Although the United States can best any other country in the traditional physical domains, it faces a much more level playing field in cyberspace. The Pentagon has been slower to adopt national-security technologies like artificial intelligence than certain other countries, including China. One major reason is that the leading developers of these new digital tools are not members of the traditional military-industrial complex—companies such as Lockheed Martin, Raytheon Technologies, and Northrop Grumman. Instead, they are in the technology industry.
This is a significant difference. Traditional military contractors have worked for decades in lockstep with the Pentagon. The connection was not just financial; it was political and cultural. Many executives and board members of companies within the traditional military-industrial complex had previous jobs in the military or CIA. “The mission continues” is a typical sign-off in emails between contractors from .com email addresses to their counterparts with .mil and .gov email addresses.
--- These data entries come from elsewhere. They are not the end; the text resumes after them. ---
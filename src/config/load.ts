import { checkedConfigTree, configBody, configFromTree } from './config-text.js';
import { defaultConfig } from './defaults.js';
import { picomatchCompiler } from './glob-matcher.js';
import type { Config } from './types.js';
import { readYamlTree } from './yaml-tree.js';

export { defaultConfig };

/**
 * Reads the text of a Bellgate config (YAML, `.github/bellgate.yml`) into a Config.
 * Steps: YAML under hard limits (1 MiB, 32 levels, 16 KiB scalars, 100 aliases, 10,000 values),
 * the JSON Schema (bellgate.schema.json), then the rules the schema cannot express.
 * An empty file, or one of only comments, gives the defaults.
 * Synchronous, so it loads picomatch with it; readConfigFile (parse-lazily.ts) loads it only for
 * configs that need it.
 * Throws InputError for any problem: where = "source:line:col" of the first one, fix = what to
 * write instead; every problem found is listed in the message, in reading order.
 * @example parseConfig('defaults:\n  tolerance: 2%\n', 'bellgate.yml').defaults.tolerance // { kind: 'percent', amount: 0.02 }
 * @example parseConfig('defaults:\n  cuttoff: 0.05\n', 'bellgate.yml') // throws InputError at bellgate.yml:2:3, fix 'did you mean "cutoff"?'
 */
export function parseConfig(text: string, source: string): Config {
  const tree = checkedConfigTree(readYamlTree(configBody(text)), source);
  if (tree === undefined) return { ...defaultConfig(), source };
  return configFromTree(tree, source, picomatchCompiler);
}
But the leaders in the tech industry were people like Chris Lynch, skeptical of government bloat and bureaucracy, whose hackles were raised by the ways that the same technology they were making could be turned toward destructive ends.
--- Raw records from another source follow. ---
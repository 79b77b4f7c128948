import type { ErrorObject } from 'ajv';
import schema from './bellgate.schema.json' with { type: 'json' };
import { validate } from './schema-validator.generated.js';

/**
 * The JSON Schema of `.github/bellgate.yml` (draft-07), the same file that ships in the package
 * for editors. Draft-07 because it is what editor YAML plugins and ajv's default build support best.
 */
export const configSchema: Readonly<Record<string, unknown>> = schema;

/**
 * Validates plain data (from the YAML tree) against the config schema and returns every error
 * (ajv allErrors, verbose so each error carries its schema node for wording).
 * The validator is ajv's own code for this schema, generated ahead of time
 * (schema-validator.generated.js, `npm run gen:config-validator`): compiling it at every start
 * cost about 40 ms and loading ajv's compiler another 275 KB. test/config/schema.test.ts checks
 * the schema against the draft-07 meta-schema; validator-fresh.test.ts that the module is current.
 * @example schemaErrors({ defaults: { cutoff: 2 } })[0].keyword // 'exclusiveMaximum'
 */
export function schemaErrors(value: unknown): ErrorObject[] {
  return validate(value) ? [] : [...(validate.errors ?? [])];
}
In 2015, Lynch became the director of the Defense Digital Service, and in 2019, he left to found his own company, Rebellion Defense. His company is one of several to emerge in recent years to provide countries with the technologies needed to protect national security in the 21st century. This industry includes a handful of big-name players such as Microsoft and Palantir, as well as countless smaller companies that few people outside the national-security world would know, like Rebellion Defense. This new breed of government contractor is changing the way the U.S. and its allies conduct foreign policy around the globe, and they are upending the traditional relationship between sovereign nations and their defense businesses.